**Work to be completed**:
Filter the data for lines with the word "double" and copy those lines.

Stored items from a collection:

--- START ---

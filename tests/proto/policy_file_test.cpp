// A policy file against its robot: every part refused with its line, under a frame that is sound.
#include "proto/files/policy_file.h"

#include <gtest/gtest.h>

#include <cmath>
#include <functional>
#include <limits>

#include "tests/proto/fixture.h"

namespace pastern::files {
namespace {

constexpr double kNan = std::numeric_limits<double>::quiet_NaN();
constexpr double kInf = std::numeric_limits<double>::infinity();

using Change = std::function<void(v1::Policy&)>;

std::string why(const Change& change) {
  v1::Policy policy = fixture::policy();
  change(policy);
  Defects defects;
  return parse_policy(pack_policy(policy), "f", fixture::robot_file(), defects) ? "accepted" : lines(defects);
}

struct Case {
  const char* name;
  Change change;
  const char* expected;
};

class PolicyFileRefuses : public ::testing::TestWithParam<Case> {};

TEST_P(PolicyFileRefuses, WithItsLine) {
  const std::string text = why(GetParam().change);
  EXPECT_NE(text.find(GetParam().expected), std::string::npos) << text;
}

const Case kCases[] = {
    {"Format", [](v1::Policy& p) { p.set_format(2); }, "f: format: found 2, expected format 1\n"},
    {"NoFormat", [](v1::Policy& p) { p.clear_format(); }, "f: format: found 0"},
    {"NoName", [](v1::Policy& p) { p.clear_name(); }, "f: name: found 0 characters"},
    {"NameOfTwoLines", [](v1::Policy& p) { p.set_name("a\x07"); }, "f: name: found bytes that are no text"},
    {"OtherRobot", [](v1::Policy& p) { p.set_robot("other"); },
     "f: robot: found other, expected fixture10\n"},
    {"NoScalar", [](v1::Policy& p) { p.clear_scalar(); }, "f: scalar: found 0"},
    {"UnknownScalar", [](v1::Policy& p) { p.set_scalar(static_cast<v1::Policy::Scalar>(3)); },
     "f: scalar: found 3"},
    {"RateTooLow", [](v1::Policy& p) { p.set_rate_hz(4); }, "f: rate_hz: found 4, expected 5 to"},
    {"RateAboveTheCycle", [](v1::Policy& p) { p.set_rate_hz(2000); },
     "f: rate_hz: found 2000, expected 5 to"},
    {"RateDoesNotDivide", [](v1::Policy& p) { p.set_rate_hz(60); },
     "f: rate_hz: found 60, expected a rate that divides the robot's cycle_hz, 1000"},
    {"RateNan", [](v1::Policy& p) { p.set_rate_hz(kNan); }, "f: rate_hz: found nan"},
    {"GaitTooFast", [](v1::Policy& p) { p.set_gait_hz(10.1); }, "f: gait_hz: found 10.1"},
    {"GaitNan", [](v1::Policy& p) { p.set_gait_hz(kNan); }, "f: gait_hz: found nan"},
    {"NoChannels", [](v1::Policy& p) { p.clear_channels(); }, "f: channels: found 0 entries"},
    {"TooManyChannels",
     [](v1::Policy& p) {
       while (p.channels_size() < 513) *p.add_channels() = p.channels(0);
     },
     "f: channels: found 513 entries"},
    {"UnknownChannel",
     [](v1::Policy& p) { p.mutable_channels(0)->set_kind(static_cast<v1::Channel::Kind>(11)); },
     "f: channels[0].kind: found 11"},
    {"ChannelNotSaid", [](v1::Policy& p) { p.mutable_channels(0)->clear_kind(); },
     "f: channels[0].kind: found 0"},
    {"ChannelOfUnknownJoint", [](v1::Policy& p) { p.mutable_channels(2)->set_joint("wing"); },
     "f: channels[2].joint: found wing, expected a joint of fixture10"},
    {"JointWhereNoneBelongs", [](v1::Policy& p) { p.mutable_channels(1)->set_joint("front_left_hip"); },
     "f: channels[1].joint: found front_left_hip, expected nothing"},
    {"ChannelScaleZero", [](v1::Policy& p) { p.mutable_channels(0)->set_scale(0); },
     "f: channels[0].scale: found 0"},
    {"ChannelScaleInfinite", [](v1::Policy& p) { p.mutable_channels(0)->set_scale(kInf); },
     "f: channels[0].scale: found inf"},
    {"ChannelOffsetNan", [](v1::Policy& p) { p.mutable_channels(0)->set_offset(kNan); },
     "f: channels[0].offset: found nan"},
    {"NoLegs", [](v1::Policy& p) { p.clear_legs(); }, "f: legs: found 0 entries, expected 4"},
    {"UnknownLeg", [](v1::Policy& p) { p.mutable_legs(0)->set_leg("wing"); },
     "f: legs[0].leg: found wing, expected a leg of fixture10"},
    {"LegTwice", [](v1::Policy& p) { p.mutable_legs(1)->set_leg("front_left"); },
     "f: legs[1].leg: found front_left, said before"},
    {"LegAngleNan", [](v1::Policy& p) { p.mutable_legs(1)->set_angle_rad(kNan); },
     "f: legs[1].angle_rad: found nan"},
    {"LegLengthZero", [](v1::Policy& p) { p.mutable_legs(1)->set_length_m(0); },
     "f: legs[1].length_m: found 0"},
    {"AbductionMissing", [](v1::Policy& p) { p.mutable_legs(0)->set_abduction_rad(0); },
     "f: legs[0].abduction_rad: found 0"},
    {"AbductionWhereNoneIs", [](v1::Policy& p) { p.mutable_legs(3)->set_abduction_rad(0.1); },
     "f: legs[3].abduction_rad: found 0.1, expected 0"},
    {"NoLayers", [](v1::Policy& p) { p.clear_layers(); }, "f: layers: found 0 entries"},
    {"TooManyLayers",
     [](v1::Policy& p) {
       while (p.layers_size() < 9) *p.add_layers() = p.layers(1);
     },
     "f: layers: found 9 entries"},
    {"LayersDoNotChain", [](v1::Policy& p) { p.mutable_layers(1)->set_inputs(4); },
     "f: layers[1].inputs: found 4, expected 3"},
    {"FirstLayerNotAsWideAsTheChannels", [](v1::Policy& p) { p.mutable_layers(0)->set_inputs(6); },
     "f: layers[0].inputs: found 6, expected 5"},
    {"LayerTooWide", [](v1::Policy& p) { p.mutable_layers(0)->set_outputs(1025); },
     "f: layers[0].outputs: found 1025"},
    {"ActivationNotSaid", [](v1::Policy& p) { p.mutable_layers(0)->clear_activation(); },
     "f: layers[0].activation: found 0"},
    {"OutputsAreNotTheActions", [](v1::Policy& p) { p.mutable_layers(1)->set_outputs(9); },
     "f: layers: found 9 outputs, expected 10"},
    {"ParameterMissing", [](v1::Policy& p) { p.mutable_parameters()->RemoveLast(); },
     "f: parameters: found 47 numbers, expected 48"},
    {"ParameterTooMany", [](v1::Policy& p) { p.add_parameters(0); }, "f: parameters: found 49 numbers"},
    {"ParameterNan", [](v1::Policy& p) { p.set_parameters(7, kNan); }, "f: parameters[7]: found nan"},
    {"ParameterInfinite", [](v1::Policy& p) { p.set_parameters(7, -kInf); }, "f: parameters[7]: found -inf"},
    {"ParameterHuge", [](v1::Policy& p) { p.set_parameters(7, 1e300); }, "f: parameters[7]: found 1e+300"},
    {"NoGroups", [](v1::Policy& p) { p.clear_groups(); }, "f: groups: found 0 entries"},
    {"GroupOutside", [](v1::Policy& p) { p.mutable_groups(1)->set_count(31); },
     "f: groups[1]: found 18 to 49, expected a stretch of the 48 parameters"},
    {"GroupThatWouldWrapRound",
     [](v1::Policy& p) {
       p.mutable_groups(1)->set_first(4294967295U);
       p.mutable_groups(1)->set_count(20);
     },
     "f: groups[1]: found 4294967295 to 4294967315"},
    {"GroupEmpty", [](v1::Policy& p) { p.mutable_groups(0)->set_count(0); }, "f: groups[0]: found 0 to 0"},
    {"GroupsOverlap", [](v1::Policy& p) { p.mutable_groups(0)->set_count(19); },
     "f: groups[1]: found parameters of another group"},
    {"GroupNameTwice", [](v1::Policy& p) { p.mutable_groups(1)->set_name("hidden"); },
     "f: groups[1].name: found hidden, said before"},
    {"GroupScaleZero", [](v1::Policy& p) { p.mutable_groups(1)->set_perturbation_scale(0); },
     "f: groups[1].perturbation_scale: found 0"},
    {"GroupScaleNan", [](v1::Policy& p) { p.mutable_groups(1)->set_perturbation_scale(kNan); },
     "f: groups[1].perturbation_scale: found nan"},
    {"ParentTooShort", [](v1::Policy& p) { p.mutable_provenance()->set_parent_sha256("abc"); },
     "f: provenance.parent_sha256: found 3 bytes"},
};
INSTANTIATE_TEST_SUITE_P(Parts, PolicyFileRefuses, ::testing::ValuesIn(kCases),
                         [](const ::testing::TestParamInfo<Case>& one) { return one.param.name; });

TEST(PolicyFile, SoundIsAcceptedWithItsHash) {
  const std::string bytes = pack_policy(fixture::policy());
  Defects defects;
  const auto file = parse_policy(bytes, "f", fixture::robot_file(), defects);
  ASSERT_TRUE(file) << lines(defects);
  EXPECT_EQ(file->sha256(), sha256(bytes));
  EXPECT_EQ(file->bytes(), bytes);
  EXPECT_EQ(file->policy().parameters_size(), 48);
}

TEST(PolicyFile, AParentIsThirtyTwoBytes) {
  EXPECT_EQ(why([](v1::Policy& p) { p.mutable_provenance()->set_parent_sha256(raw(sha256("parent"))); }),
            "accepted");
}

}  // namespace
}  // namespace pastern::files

--- END ---

**Your solution**:
constexpr double kNan = std::numeric_limits<double>::quiet_NaN();
constexpr double kInf = std::numeric_limits<double>::infinity();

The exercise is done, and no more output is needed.